Sooner or later I will have to have that heart to heart talk but I must confess that at the moment I am hoping it will become clear to F that sex was the driver for his interest and he is not interested in anything else. If I was seeking a serious relationship then a swingers site is not where I would be looking !
I mentioned that family illness was one M's perennial excuses - hs father died a few months back and we now learn that his mother died last Friday (he was supposed to visit Friday evening). Not sure what effect this will have on him but triggered a wave of sympathy and concern from F.....
Agree with Nessa - I enjoy the swinging scene but would give it up in an instant if I felt it would destroy my own relationship.
Will keep you posted on progress.....
OlderGuyUK 06-07-2004, 10:31 AM Kimmy, F did have a fairly traumatic childhood - spent a lot of time with foster parents - her father died of cancer and her mother committed suicide. Her only close relative is one brother.
Bella_D 06-07-2004, 10:28 PM Hi OlderguyUK,
Since you guys are swingers, I expect that both you and she are practiced at dealing with those `crush' feelings that go along with having new lovers, and putting it all into perspective. Otherwise your relationship couldn't have survived this far.

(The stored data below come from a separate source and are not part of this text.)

import { citationText } from './citation';
import { schemaType } from './column';
import type { ExportFormat } from './export-facts';
import { ANALYSES, CORRECTIONS, DICTIONARY, JUDGEMENTS } from './history-tables';
import { licenceOf } from './licences';
import { orcidUrl } from './orcid';
import type { PackedFile } from './packed-file';
import type { ExportPlan, PlannedAnalysis } from './plan';
import { sortedJson } from './sorted-json';
import { ANALYSIS_TABLES } from './table-definitions';

type Value = string | number | null;

export const dictionaryRows = (): Value[][] =>
  [...ANALYSIS_TABLES, CORRECTIONS, JUDGEMENTS, ANALYSES, DICTIONARY].flatMap(
    (table) =>
    table.columns.map((column) => [table.name, column.name, schemaType(column), column.unit, column.description]), // prettier-ignore
  );

export const analysesRows = ({ analyses }: ExportPlan): Value[][] =>
  analyses.map((one) => {
    const combined = one.measures.estimates.find(
      ({ quantity, method }) => quantity === 'line_density' && method === 'combined',
    );
    const { temperature_K, heatFlux_W_m2 } = one.conditions;
    return [one.folder, one.id, one.campaign.name, one.run.name, one.recording.name, one.rehearsal?.name ?? null, one.recording.sha256, temperature_K ?? null, heatFlux_W_m2 ?? null, combined?.value ?? null, combined?.low ?? null, combined?.high ?? null, one.summary?.tracks ?? null, one.tracksRevision, one.codeVersion, one.signedOff?.at ?? null, one.signedOff?.by ?? null]; // prettier-ignore
  });

export const correctionRows = ({ corrections }: PlannedAnalysis): Value[][] =>
  corrections.map(({ revision, kind, detail, by, at }) => [revision, kind, JSON.stringify(detail), by, at]);

export const judgementRows = ({ judgements }: PlannedAnalysis): Value[][] =>
  judgements.map(({ event, kind, step, verdict, reason, note, by, at }) => [event, kind, step, verdict, reason, note, by, at]); // prettier-ignore

/** Where the numbers of an analysis come from: input, settings, code, people. */
export function provenanceJson(analysis: PlannedAnalysis): string {
  const { id, campaign, run, recording, rehearsal, conditions, recipe, recipeName, imageFacts, summary } =
    analysis;
  const { codeVersion, createdBy, startedAt, finishedAt, signedOff, tracksRevision } = analysis;
  const { populations } = analysis.measures;
  return sortedJson({
    analysis: id,
    campaign,
    run,
    recording,
    rehearsal,
    conditions,
    recipe: { name: recipeName, values: recipe },
    imageFacts,
    summary,
    populations,
    tracksRevision,
    codeVersion,
    createdBy,
    startedAt,
    finishedAt,
    signedOff,
  });
}

/** What was measured beyond the tables: verdicts and notes that have no rows. Empty where the analysis is older. */
export function detailsJson({ measures }: PlannedAnalysis): string {
  const { details } = measures;
  if (!details) return sortedJson({});
  const { comparisons, overTime, profiles, shape, features } = details;
  return sortedJson({
    comparisons,
    transient: overTime.transient,
    densitiesOverTime: overTime.densities.map(({ method, note }) => ({ method, note })),
    profiles: profiles && { fromWall: profiles.fromWall, width_m: profiles.widthM, note: profiles.note },
    shape,
    features,
  });
}

/** Lines as `sha256sum --check` reads them. */
export const checksumLines = (files: readonly PackedFile[]): string =>
  files.map(({ path, sha256 }) => `${sha256}  ${path}\n`).join('');

/** What a person reads first. */
export function readmeText(plan: ExportPlan): string {
  const licence = licenceOf(plan.licence);
  const people = plan.contributors.map(
    ({ name, orcid, affiliation }) =>
      `- ${name}${affiliation ? `, ${affiliation}` : ''}${orcid ? `, ${orcidUrl(orcid)}` : ''}`,
  );
  return [
    `# ${plan.title}`,
    '',
    ...(plan.description ? [plan.description, ''] : []),
    `Cite as: ${citationText(plan)}`,
    '',
    `Licence: ${licence.name} (${licence.id}). ${licence.allows}`,
    '',
    ...(people.length > 0 ? ['## Contributors', '', ...people, ''] : []),
    '## What is in it',
    '',
    `${contents(plan)}; \`analyses.csv\` tells what they are. Each has a folder:`,
    '',
    ...plan.analyses.map(({ folder, campaign, run, recording, rehearsal }) => `- \`${folder}/\`: ${campaign.name}, ${run.name}, ${recording.name}${rehearsal ? `. ${rehearsalText(rehearsal.kind)}` : ''}`), // prettier-ignore
    '',
    '| file | holds |',
    '| --- | --- |',
    ...ANALYSIS_TABLES.map(
      ({ name, title, description }) => `| ${name} | ${title}. ${description.replaceAll('|', '\\|')} |`,
    ),
    '| corrections.csv, judgements.csv | what people changed and decided |',
    '| estimates.json | estimates with the inputs that they came from |',
    '| details.json | what else was measured, with notes: law of a growth or decay, beside what is expected, shape of lines |',
    ...(plan.analyses.some(({ strips }) => strips?.length)
      ? ['| strips/ | frames around closest approach of each reconnection, with both tracks, times and scale bar; the name has the number of the event |'] // prettier-ignore
      : []),
    '| provenance.json | input with its SHA-256, conditions, recipe, code version, people |',
    '',
    'Every column of every table stands in `data-dictionary.csv` with type, unit and meaning; so do the units in the files themselves: in the column names (CSV), in the key-value metadata (Parquet), in the attribute `unit` (HDF5), in the arrays `columns` and `units` (NumPy).',
    '',
    '`datapackage.json` describes the files as a Frictionless Data Package, `ro-crate-metadata.json` as an RO-Crate. `sha256sum --check checksums.sha256` tells whether every file is as it was packed.',
    '',
    '## To open it',
    '',
    ...howToOpen(plan),
    '',
    `Made by Beadline ${plan.codeVersion}.`,
    '',
  ].join('\n');
}

/** What must not be taken for a measurement says so wherever it is named. */
export const rehearsalText = (kind: 'simulated' | 'planted'): string =>
  kind === 'simulated'
    ? 'Rehearsal: simulated frames, no measurement.'
    : 'Rehearsal: particles of known truth planted in measured frames, no measurement.';

const OPENING: Record<ExportFormat, string[]> = {
  csv: ['import pandas', "tracks = pandas.read_csv('analysis-001/tracks.csv')"],
  parquet: ['import pandas', "tracks = pandas.read_parquet('analysis-001/tracks.parquet')"],
  npz: ['import numpy', "x_px = numpy.load('analysis-001/tracks.npz')['x_px']"],
  hdf5: ['import h5py', "x_px = h5py.File('analysis-001/tracks.h5')['x_px'][:]"],
};

function howToOpen({ formats }: ExportPlan): string[] {
  const python = ['```python', ...new Set(formats.flatMap((format) => OPENING[format])), '```'];
  const matlab = formats.includes('hdf5') ? ['', "MATLAB: `h5read('analysis-001/tracks.h5', '/x_px')`."] : [];
  const origin = formats.includes('csv') ? ['', 'Origin: Data, Connect to File, Text/CSV.'] : [];
  return [...python, ...matlab, ...origin];
}

function contents({ analyses }: ExportPlan): string {
  const signed = analyses.filter(({ signedOff }) => signedOff !== null).length;
  if (analyses.length === 1)
    return signed === 1 ? 'One analysis, signed off' : 'One analysis, not signed off';
  return `${analyses.length} analyses, ${signed === 0 ? 'none' : signed} of them signed off`;
}
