func outlookOf(t testing.TB, record planner.Record, hand []planner.HandDay, asOf planner.Day) planner.Outlook {
	t.Helper()
	out := outlook.Simple{}.Outlook(record, hand, asOf)
	checkOutlook(t, out, asOf)
	return out
}

// checkOutlook holds what Plan.Outlook promises of every outlook.
func checkOutlook(t interface {
	Helper()
	Fatalf(string, ...any)
}, out planner.Outlook, asOf planner.Day) {
	t.Helper()
	if out.AsOf != asOf || out.Start > asOf || len(out.Path) != int(asOf-out.Start)+outlook.Horizon || len(out.Members) < 1 {
		t.Fatalf("as of %s from %s, %d days, %d members", out.AsOf, out.Start, len(out.Path), len(out.Members))
	}
	if years := len(out.Members); out.Years != 0 && out.Years != years || out.SpreadKnown() != (years > 1) {
		t.Fatalf("%d years among %d members, spread known %t", out.Years, years, out.SpreadKnown())
	}
	for _, row := range append([][]planner.DayFacts{out.Path}, out.Members...) {
		if len(row) != len(out.Path) {
			t.Fatalf("a member of %d days beside a path of %d", len(row), len(out.Path))
		}
		for i, facts := range row {
			if facts.Day != out.Start+planner.Day(i) {
				t.Fatalf("day %s stands where %s should", facts.Day, out.Start+planner.Day(i))
			}
			for _, c := range []float64{facts.HighC, facts.LowC, facts.HourlyC} {
				if math.IsNaN(c) || math.IsInf(c, 0) {
					t.Fatalf("%+v holds no number", facts)
				}
			}
			if facts.Empty() && !out.Path[i].Empty() {
				t.Fatalf("%s is known on the path and not in a member", facts.Day)
			}
		}
	}
}

func TestNoRecord(t *testing.T) {
	asOf := date("2024-06-10")
	out := outlookOf(t, planner.Record{}, nil, asOf)
	if out.Start != asOf || out.Engine != outlook.EngineRecentDays || out.Years != 0 || out.Typed != 0 || out.SpreadKnown() {
		t.Errorf("%+v", out)
	}
	for _, facts := range out.Path {
		if !facts.Empty() {
			t.Fatalf("%s is known: %+v", facts.Day, facts)
		}
	}
	typed := outlookOf(t, planner.Record{}, []planner.HandDay{{Day: asOf + 1, HighC: 25, LowC: 15}}, asOf)
	for i, facts := range typed.Path {
		if facts.Empty() == (i == 1) || !reflect.DeepEqual(facts, typed.Members[0][i]) {
			t.Errorf("day %d: %+v", i, facts)
		}
	}
	if typed.Typed != 1 || typed.Path[1].HighC != 25 {
		t.Errorf("%d typed, %+v", typed.Typed, typed.Path[1])
	}
}
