package response

import (
	"fmt"
	"math"
	"math/cmplx"
)

// Character says what kind of filter a System is.
type Character struct {
	// Linear is the linear-phase type of a system that is a kernel alone, or
	// a kernel with sections run both ways; None for all others: a recursive
	// filter that runs one way cannot be linear-phase, since its poles would
	// need partners outside the unit circle.
	Linear Kind
	// Inside, On and Outside count the zeros by the unit circle, those at
	// infinity (a first tap of 0: delay) as outside. Of a kernel of N taps a
	// zero within Blur/N of the circle counts as on it.
	Inside, On, Outside int
	// Margin is 1 less the largest pole radius; 1 without poles. The system
	// is stable if it is above 0.
	Margin float64
	// Causal tells that no output comes before its input.
	Causal bool
}

// Blur is how near to the unit circle a kernel's zero counts as on it, in
// 1/taps: nearer ones a grid of that kernel's own resolution cannot part.
const Blur = 0.3

// Phase names the phase: "linear", "minimum" (no zero outside), "maximum" (none
// inside), "mixed", or "none" for a system without zeros or phase.
func (c Character) Phase() string {
	switch {
	case c.Linear != None:
		return "linear"
	case c.Outside == 0:
		return "minimum"
	case c.Inside == 0:
		return "maximum"
	}
	return "mixed"
}

// String is a phrase for a report.
func (c Character) String() string {
	s := c.Phase() + " phase"
	if c.Phase() == "mixed" {
		s += fmt.Sprintf(", %d of %d zeros outside the unit circle", c.Outside, c.Inside+c.On+c.Outside)
	}
	if c.Linear != None {
		s += " of " + c.Linear.String()
	}
	if c.Margin < 1 {
		s += fmt.Sprintf(", poles %.2g inside the unit circle", c.Margin)
	}
	if !c.Causal {
		s += ", not causal"
	}
	return s
}

// Character classifies the system. A kernel counts as symmetric within tol of
// its largest tap (see Symmetry). Zeros of a long kernel are counted, not
// found: by how often H turns round 0 on circles just inside and outside the
// unit circle (the argument principle).
func (s System) Character(tol float64) Character {
	c := Character{Margin: 1, Causal: len(s.Zero) == 0}
	if all := append(append([]Section(nil), s.Sections...), s.Zero...); len(all) > 0 {
		c.Margin = 1 - MaxPoleRadius(all)
	}
	if len(s.Sections) == 0 {
		c.Linear = TypeI // the one tap 1
		if s.Taps != nil {
			c.Linear = Symmetry(s.Taps, tol)
		}
	}
	c.countTaps(s.Taps)
	for _, section := range s.Sections {
		c.countSection(section, 1)
	}
	for _, section := range s.Zero { // and its mirror in time
		c.countSection(section, 1)
		c.countSection(section, -1)
	}
	return c
}

// onCircle is how near to the unit circle a section's zero counts as on it.
const onCircle = 1e-9

func (c *Character) countSection(s Section, way int) {
	zeros := s.Zeros()
	if s.B0 == 0 && (s.B1 != 0 || s.B2 != 0) {
		c.Outside++ // a delay: a zero at infinity
	}
	for _, z := range zeros {
		switch r := cmplx.Abs(z); {
		case math.Abs(r-1) <= onCircle:
			c.On++
		case (r < 1) == (way > 0):
			c.Inside++
		default:
			c.Outside++
		}
	}
}

func (c *Character) countTaps(taps []float64) {
	for len(taps) > 0 && taps[0] == 0 {
		taps = taps[1:]
		c.Outside++
	}
	for len(taps) > 0 && taps[len(taps)-1] == 0 {
		taps = taps[:len(taps)-1]
		c.Inside++
	}
	if len(taps) < 2 {
		return
	}
	blur := Blur / float64(len(taps))
	outside := turnsWithin(taps, 1-blur)
	notInside := len(taps) - 1 - outside // a symmetric kernel's zeros are mirrored in the circle
	if c.Linear == None {
		notInside = turnsWithin(taps, 1/(1-blur))
	}
	c.Outside += outside
	c.On += notInside - outside
	c.Inside += len(taps) - 1 - notInside
}

// turnsWithin counts the roots x = 1/z of P(x) = sum h[n] x^n with |x| < radius, by how
// often P turns round 0 while x goes round the circle once: the quarters of the plane
// that it passes on the upper half, two for each root.
func turnsWithin(taps []float64, radius float64) int {
	scaled := make([]float64, len(taps))
	gain := 1.0
	for n, h := range taps {
		scaled[n] = h * gain
		gain *= radius
	}
	size := NextPow2(64 * len(taps))
	spectrum := Spectrum(scaled, size)
	for _, end := range []int{0, size / 2} { // real but for rounding
		spectrum[end] = complex(real(spectrum[end]), 0)
	}
	quarters := 0
	for k := range size / 2 {
		quarters += passed(scaled, spectrum[k], spectrum[k+1], 2*math.Pi*float64(k)/float64(size), 2*math.Pi/float64(size))
	}
	return -quarters / 2 // x goes round one way while omega goes the other
}

// finestStep is where the search for a turn's way ends: a root on the circle has none.
const finestStep = 2 * math.Pi / (1 << 24)

// passed counts the quarters that H passes, upwards, from a at omega to b a step
// further. A turn of a quarter or more is halved until its way is plain.
func passed(taps []float64, a, b complex128, omega, step float64) int {
	if inPhase(a, b) > 0 || step < finestStep {
		return (quarter(b)-quarter(a)+5)%4 - 1
	}
	middle := TapsAt(taps, omega+step/2)
	return passed(taps, a, middle, omega, step/2) + passed(taps, middle, b, omega+step/2, step/2)
}

// quarter numbers the quarters of the plane upwards from the positive real axis, each
// with the axis that it begins at.
func quarter(c complex128) int {
	switch re, im := real(c), imag(c); {
	case re > 0 && im >= 0:
		return 0
	case re <= 0 && im > 0:
		return 1
	case re < 0:
		return 2
	}
	return 3
}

This makes me think that your wife has become stuck on a deeper personal issue with regards to `M', beyond lust or a crush.
My first thoughts are that either:
-M fullfills needs which your relationship is not fullfilling for her.
-M is a self-absorbed flake and your wife is caught up in an attraction to subtle abuse and withholding.
I might be going out on a limb here, but since you both use sexual exploration as part of your lifestyle, perhaps you might both be better off joining a proper , safe-practicing BDSM group (online or irl) ? Your wife seems to be responding to M's withholding and control, and these sorts of sexual power dynamics are the sorts if issues that the dominance/ submission scene deals with directly.
One possible outcome may be that your wife needs to experience the role-play of dominace and withholding with you, and M has triggered off this sexual need. Theres plenty of resouces on the net which explain the bdsm scene thoroughily before you engage in any of this, should you take that path.